* WHAT YOU ARE ASKED TO DO: For this exercise, reproduce the entries below exactly, but only from the line containing "for (let i = 0; i < flat.length;" through the line containing "if (hot.length >", both included.

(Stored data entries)
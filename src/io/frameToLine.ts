/**
 * Camera frame → line profile: region of interest, dark subtraction, flat-field division,
 * hot-pixel repair, saturation mask, fringe tilt measured and undone, rows averaged with a
 * per-pixel σ.
 */
import { DataError, InvalidArgumentError } from "../errors.js";
import { TOP_CODES, flaggedRanges } from "./findSaturation.js";
import type { ImageStack } from "./imageTypes.js";
import { averageRows } from "./averageRows.js";
import { measureTilt } from "./measureTilt.js";
import { repairHotPixels } from "./repairHotPixels.js";

/** Rectangle in pixels (0-based column and row of the top-left corner, size). */
export interface RegionOfInterest {
  x: number;
  y: number;
  width: number;
  height: number;
}

/** Options for frameToLine. */
export interface FrameOptions {
  /** File name for messages (default "frame"). */
  source?: string;
  /** Region of interest; default the whole frame. */
  roi?: RegionOfInterest;
  /** Page of a stack (1 = first) or "mean" of all pages (default). */
  page?: number | "mean";
  /** Dark frame (same size) subtracted before anything else. */
  dark?: ImageStack;
  /** Flat field (same size), divided out after normalising it to mean 1 over the ROI. */
  flat?: ImageStack;
  /** Fringe tilt (rad) to undo, or "auto" to measure it (default); 0 leaves rows as they are. */
  tilt?: number | "auto";
  /** Mask samples that involve saturated pixels (default true). */
  maskSaturated?: boolean;
  /** Replace isolated hot pixels by the mean of their neighbours (default true). */
  repairHotPixels?: boolean;
}

/** A profile along the fringe normal, in pixel units. */
export interface LineProfile {
  /** Position along the fringe normal (pixels, same origin as the frame's columns). */
  pixel: Float64Array;
  /** Mean intensity over the rows (detector codes minus dark, divided by flat). */
  y: Float64Array;
  /** Standard uncertainty of each mean (same unit as y). */
  sigma: Float64Array;
  /** 1 = usable, 0 = masked (saturated, or too few rows). */
  mask: Uint8Array;
  /** Tilt undone (rad). */
  tilt: number;
  notes: string[];
  warnings: string[];
  /** Coded warnings every fit of this profile repeats (saturated-masked / saturated-kept). */
  coded?: { code: string; message: string }[];
  /** Options used, for provenance. */
  options: Record<string, unknown>;
}

/**
 * Turns a frame into a line profile. σ of each averaged sample comes from the mean square
 * second difference between rows (see averageRows), which ignores slow changes of intensity
 * along the fringes.
 * @param stack   decoded image (one or more pages)
 * @param options region, page, dark, flat, tilt, masking
 */
export function frameToLine(stack: ImageStack, options: FrameOptions = {}): LineProfile {
  const source = options.source ?? "frame";
  const roi = checkRoi(options.roi ?? { x: 0, y: 0, width: stack.width, height: stack.height }, stack);
  const { width: w, height: h } = roi;
  const notes: string[] = [...stack.notes];
  const warnings: string[] = [];
  const pages = choosePages(stack, options.page);
  const values = new Float32Array(w * h);
  const saturated = new Uint8Array(w * h);
  let saturatedCount = 0;
  const top = stack.integerCodes ? saturationCode(pages, roi, stack) : undefined;
  const topValue = top ?? NaN;
  const weight = 1 / pages.length;
  for (const page of pages) saturatedCount += accumulateRoi(page, stack.width, roi, weight, topValue, values, saturated);
  if (pages.length > 1) notes.push(`mean of ${pages.length} pages`);
  if (options.dark) {
    const dark = meanRoi(options.dark, roi, stack, source, "dark frame");
    for (let i = 0; i < values.length; i++) values[i] = (values[i] as number) - (dark[i] as number);
    notes.push("dark frame subtracted");
  }
  if (options.flat) {
    const flat = meanRoi(options.flat, roi, stack, source, "flat field");
    let sum = 0;
    for (let i = 0; i < flat.length; i++) sum += flat[i] as number;
    const mean = sum / flat.length;
    if (!(mean > 0)) throw new DataError(source, "the flat field has no positive mean over the region of interest", "record the flat field with light on the detector");
    let bad = 0;
    for (let i = 0; i < values.length; i++) {
      const gain = (flat[i] as number) / mean;
      if (gain > 0.05) values[i] = (values[i] as number) / gain;
      else if (saturated[i] === 0) {
        saturated[i] = 2;
        bad++;
      }
    }
    notes.push("divided by the flat field (normalised to mean 1)");
    if (bad > 0) warnings.push(`${bad} pixels with a flat-field gain below 5 % were masked`);
  }
  const hot = options.repairHotPixels === false ? [] : repairHotPixels(values, w, h, saturated);
  if (hot.length > 0) {
    const where = hot.slice(0, 5).map(([c, r]) => `(${roi.x + c}, ${roi.y + r})`).join(", ");
    warnings.push(`${hot.length} hot pixels replaced by the mean of their neighbours at (column, row) ${where}${hot.length > 5 ? ", ..." : ""}`);
  }
  const tilt = options.tilt === undefined || options.tilt === "auto" ? measureTilt(values, w, h, saturated) : options.tilt;
  if (!Number.isFinite(tilt) || Math.abs(tilt) >= Math.PI / 4) throw new InvalidArgumentError("tilt", tilt, "an angle in radians between −π/4 and π/4, or \"auto\"");
  if (options.tilt === undefined || options.tilt === "auto") notes.push(`fringe tilt ${(tilt * 180 / Math.PI).toFixed(3)}° measured and undone`);
  // Integer codes carry at least the quantisation variance 1/12 code² (uniform rounding error).
  const line = averageRows(values, saturated, roi, tilt, options.maskSaturated !== false, 0, stack.integerCodes ? 1 / 12 : 0);
  const coded: { code: string; message: string }[] = [];
  if (saturatedCount > 0) {
    const cols = flaggedRanges(line.saturatedFlag).slice(0, 3).map(([a, b]) => (a === b ? `${line.pixel[a]!.toFixed(0)}` : `${line.pixel[a]!.toFixed(0)}–${line.pixel[b]!.toFixed(0)}`)).join(", ");
    const message = options.maskSaturated === false
      ? `${saturatedCount} saturated pixels (code ${top}) at pixel ${cols}; not masked`
      : `${saturatedCount} saturated pixels (code ${top}) masked: ${line.masked} profile samples at pixel ${cols}`;
    warnings.push(message);
    coded.push({ code: options.maskSaturated === false ? "saturated-kept" : "saturated-masked", message });
  }
  const optionsUsed: Record<string, unknown> = { format: stack.format, roi, page: options.page ?? "mean", tilt, dark: options.dark !== undefined, flat: options.flat !== undefined, maskSaturated: options.maskSaturated !== false };
  return { pixel: line.pixel, y: line.y, sigma: line.sigma, mask: line.mask, tilt, notes, warnings, coded, options: optionsUsed };
}

/** Adds weight × the ROI of one page to `values` and flags pixels at the top code; returns how many were newly flagged. */
function accumulateRoi(page: ArrayLike<number>, stride: number, roi: RegionOfInterest, weight: number, top: number, values: Float32Array, flags: Uint8Array): number {
  let flagged = 0;
  const w = roi.width;
  for (let r = 0; r < roi.height; r++) {
    const from = (roi.y + r) * stride + roi.x;
    const to = r * w;
    for (let c = 0; c < w; c++) {
      const v = page[from + c]!;
      values[to + c] += v * weight;
      if (v === top && flags[to + c] === 0) {
        flags[to + c] = 1;
        flagged++;
      }
    }
  }
  return flagged;
}

/** The detector top code reached in the ROI (a plateau of ≥ 2 pixels at 255, 4095, 65535, ...). */
function saturationCode(pages: ImageStack["pages"], roi: RegionOfInterest, stack: ImageStack): number | undefined {
  let max = -Infinity;
  let count = 0;
  for (const page of pages) {
    for (let r = 0; r < roi.height; r++) {
      const from = (roi.y + r) * stack.width + roi.x;
      for (let c = 0; c < roi.width; c++) {
        const v = page[from + c] as number;
        if (v > max) { max = v; count = 1; } else if (v === max) count++;
      }
    }
  }
  return count >= 2 && (TOP_CODES as readonly number[]).concat(stack.topCode ?? []).includes(max) ? max : undefined;
}
function checkRoi(roi: RegionOfInterest, stack: ImageStack): RegionOfInterest {
  const ok = [roi.x, roi.y, roi.width, roi.height].every((v) => Number.isInteger(v)) && roi.x >= 0 && roi.y >= 0 && roi.width >= 3 && roi.height >= 1 && roi.x + roi.width <= stack.width && roi.y + roi.height <= stack.height;
  if (!ok) throw new InvalidArgumentError("roi", `${roi.x},${roi.y},${roi.width},${roi.height}`, `x,y,width,height in whole pixels inside the ${stack.width} × ${stack.height} frame, width ≥ 3`);
  return roi;
}

function choosePages(stack: ImageStack, page: number | "mean" | undefined): ImageStack["pages"] {
  if (page === undefined || page === "mean") return stack.pages;
  if (!Number.isInteger(page) || page < 1 || page > stack.pages.length) throw new InvalidArgumentError("page", page, `a page number from 1 to ${stack.pages.length}, or "mean"`);
  return [stack.pages[page - 1]!];
}

function meanRoi(other: ImageStack, roi: RegionOfInterest, stack: ImageStack, source: string, what: string): Float32Array {
  if (other.width !== stack.width || other.height !== stack.height) {
    throw new DataError(source, `the ${what} is ${other.width} × ${other.height} but the frame is ${stack.width} × ${stack.height}`, `give a ${what} recorded with the same camera settings`);
  }
  const out = new Float32Array(roi.width * roi.height);
  for (const page of other.pages) {
    for (let r = 0; r < roi.height; r++) {
      const from = (roi.y + r) * other.width + roi.x;
      for (let c = 0; c < roi.width; c++) out[r * roi.width + c] += (page[from + c] as number) / other.pages.length;
    }
  }
  return out;
}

* ANSWER FOR THE TASK:
    for (let i = 0; i < flat.length; i++) sum += flat[i] as number;
    const mean = sum / flat.length;
    if (!(mean > 0)) throw new DataError(source, "the flat field has no positive mean over the region of interest", "record the flat field with light on the detector");
    let bad = 0;
    for (let i = 0; i < values.length; i++) {
      const gain = (flat[i] as number) / mean;
      if (gain > 0.05) values[i] = (values[i] as number) / gain;
      else if (saturated[i] === 0) {
        saturated[i] = 2;
        bad++;
      }
    }
    notes.push("divided by the flat field (normalised to mean 1)");
    if (bad > 0) warnings.push(`${bad} pixels with a flat-field gain below 5 % were masked`);
  }
  const hot = options.repairHotPixels === false ? [] : repairHotPixels(values, w, h, saturated);
  if (hot.length > 0) {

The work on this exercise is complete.